Skye: Oh, did he still beat you?
Mark Pulisic: He still beat me, so I just want to … To answer his question, there’s no way I would have been able to defend him. I was slow. My wife was the one that had the pace and a little bit more quickness. So I was the slow guy, but no, that’s a great question.
Skye: Mark, thanks so much for your time today. Do you want to go over your contact information again for everybody so they can grab it here?

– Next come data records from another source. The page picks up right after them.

package org.viscarta.cli;

import static org.junit.jupiter.api.Assertions.assertEquals;
import static org.junit.jupiter.api.Assertions.assertTrue;

import java.io.IOException;
import java.io.InputStream;
import java.nio.ByteBuffer;
import java.nio.file.Files;
import org.apache.poi.util.Units;
import org.apache.poi.xssf.usermodel.XSSFClientAnchor;
import org.apache.poi.xssf.usermodel.XSSFDrawing;
import org.apache.poi.xssf.usermodel.XSSFPicture;
import org.apache.poi.xssf.usermodel.XSSFShape;
import org.apache.poi.xssf.usermodel.XSSFSheet;
import org.apache.poi.xssf.usermodel.XSSFWorkbook;
import org.junit.jupiter.api.Tag;
import org.junit.jupiter.api.Test;

/**
 * The demo workbook's figures keep their shape: the rectangle each picture's anchor spans (columns
 * at the widths the sheet gives them, as Excel counts them, rows at the sheet's stated default
 * height, plus the anchor's offsets) has the width-to-height ratio of its PNG. The anchors spanned
 * whole columns and rows before: nine columns of twelve characters (601 points) by 21 rows (315
 * points) for a 468 × 302-point figure, 23 % too wide, and in LibreOffice, whose default row is
 * shorter, squeezed further.
 */
@Tag("regression")
class WorkbookFigureShapeTest {

    @Test
    void everyFigureIsAnchoredAtTheShapeOfItsImage() throws IOException {
        int pictures = 0;
        try (InputStream in = Files.newInputStream(DemoReport.folder().resolve("report.xlsx"));
             XSSFWorkbook wb = new XSSFWorkbook(in)) {
            XSSFSheet sheet = wb.getSheet("Figures");
            double rowEmu = sheet.getDefaultRowHeightInPoints() * Units.EMU_PER_POINT;
            assertTrue(sheet.getCTWorksheet().getSheetFormatPr().getCustomHeight(),
                    "the default row height is stated as chosen, so that every program uses it");
            XSSFDrawing drawing = sheet.getDrawingPatriarch();
            for (XSSFShape shape : drawing.getShapes()) {
                XSSFPicture picture = (XSSFPicture) shape;
                XSSFClientAnchor a = picture.getClientAnchor();
                double width = a.getDx2() - (double) a.getDx1();
                for (int c = a.getCol1(); c < a.getCol2(); c++) {
                    width += Units.columnWidthToEMU(sheet.getColumnWidth(c));
                }
                double height = a.getDy2() - (double) a.getDy1() + (a.getRow2() - a.getRow1()) * rowEmu;
                // the PNG's size from its IHDR chunk: width and height, big-endian, at bytes 16 and 20
                ByteBuffer png = ByteBuffer.wrap(picture.getPictureData().getData());
                double imageRatio = png.getInt(16) / (double) png.getInt(20);
                assertEquals(imageRatio, width / height, 0.005 * imageRatio, "picture " + pictures + " at row " + a.getRow1());
                pictures++;
            }
        }
        assertEquals(73, pictures, "the demo report's figures");
    }
}
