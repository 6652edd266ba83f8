package org.viscarta.cli;

import static org.junit.jupiter.api.Assertions.assertEquals;
import static org.junit.jupiter.api.Assertions.assertFalse;
import static org.junit.jupiter.api.Assertions.assertTrue;

import java.io.IOException;
import java.io.InputStream;
import java.nio.charset.StandardCharsets;
import java.nio.file.Files;
import java.nio.file.Path;
import java.util.ArrayList;
import java.util.List;
import java.util.stream.Stream;
import org.apache.commons.csv.CSVFormat;
import org.apache.commons.csv.CSVParser;
import org.apache.commons.csv.CSVRecord;
import org.apache.poi.ss.usermodel.Cell;
import org.apache.poi.ss.usermodel.CellType;
import org.apache.poi.ss.usermodel.Row;
import org.apache.poi.ss.usermodel.Sheet;
import org.apache.poi.ss.usermodel.Workbook;
import org.apache.poi.ss.usermodel.WorkbookFactory;
import org.junit.jupiter.api.Tag;
import org.junit.jupiter.api.Test;
import org.junit.jupiter.api.io.TempDir;
import org.junit.jupiter.params.ParameterizedTest;
import org.junit.jupiter.params.provider.CsvSource;
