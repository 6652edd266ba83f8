package org.viscarta.cli;

import static org.junit.jupiter.api.Assertions.assertEquals;
import static org.junit.jupiter.api.Assertions.assertFalse;
import static org.junit.jupiter.api.Assertions.assertTrue;

import java.io.PrintWriter;
import java.io.StringWriter;
import java.nio.file.Path;
import org.junit.jupiter.api.Tag;
import org.junit.jupiter.api.Test;
import org.viscarta.io.InputException;
import org.viscarta.io.UsageException;

/** Regression: only input and usage errors exit 2; anything unexpected exits 1, its stack trace only with --debug. */
@Tag("regression")
class ExitCodeTest {

    private static String[] run(Exception ex, boolean debug) {
        StringWriter err = new StringWriter();
        int code = Viscarta.exitCodeOf(ex, new PrintWriter(err, true), debug);
        return new String[] {Integer.toString(code), err.toString()};
    }

    @Test
    void inputAndUsageErrorsAreOneLineWithExitTwo() {
        String[] input = run(new InputException(Path.of("a.csv"), 3, 2, "frequency must be > 0"), false);
        assertEquals("2", input[0]);
        assertEquals("a.csv:3:2: frequency must be > 0", input[1].strip());
        String[] usage = run(new UsageException("--target 'x' is not among the samples read"), false);
        assertEquals("2", usage[0]);
        assertEquals(1, usage[1].strip().lines().count(), usage[1]);
    }

    @Test
    void anIllegalArgumentFromInsideIsAnInternalErrorWithExitOne() {
        String[] quiet = run(new IllegalArgumentException("a bug"), false);
        assertEquals("1", quiet[0]);
        assertTrue(quiet[1].contains("internal error") && quiet[1].contains("--debug"), quiet[1]);
        assertFalse(quiet[1].contains("\tat "), "no stack trace without --debug");
        String[] debug = run(new IllegalStateException("a bug"), true);
        assertEquals("1", debug[0]);
        assertTrue(debug[1].contains("\tat org.viscarta.cli.ExitCodeTest"), "the stack trace with --debug:\n" + debug[1]);
    }

    @Test
    void aBadOptionValueIsStillAUsageError() {
        CliRun r = CliRun.of("rank", "demo-data/paint-light-ageing.csv", "--weighting", "cubic");
        assertEquals(2, r.exitCode(), r.err());
        assertTrue(r.err().contains("weighting 'cubic' is not known"), r.err());
        CliRun m = CliRun.of("rank", "demo-data/paint-light-ageing.csv", "--models", "zener,spring");
        assertEquals(2, m.exitCode(), m.err());
        assertTrue(m.err().contains("unknown model 'spring'"), m.err());
    }
}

Mark Pulisic: Yeah, I think the easiest thing is just going over to my website. It has all the information about how you can ask questions. Feel free to contact me. There’s also a section there I’m starting to go out and do some coaches workshops at different clubs. Just excited to help out and help out the parents as well as the young coaches out there. It’s just MarkPulisic.com and they’ll be able to pull up all the information there.
Skye: Fantastic. Thank you again so much for your time. It’s like, you’re like the father of all parents that gives us some guidance here, so we really, really appreciate it. Obviously we’ve all just loved watching Christian develop and grow and appreciate how much of a role you and Kelly have played in that in your own ways. Thanks for your time today.
Mark Pulisic: Thanks Skye. Take care and good luck with everything you’re going. Check out her new website right? You got a new website.
Skye: Yes, please. SoccerParenting.com. It’s just all redesigned. All the same stuff is there, but it’s a lot easier to navigate. Thanks.
Mark Pulisic: Very good. Alright Skye, take care. Bye, bye.
Skye: Okay everybody. Thank you for joining in.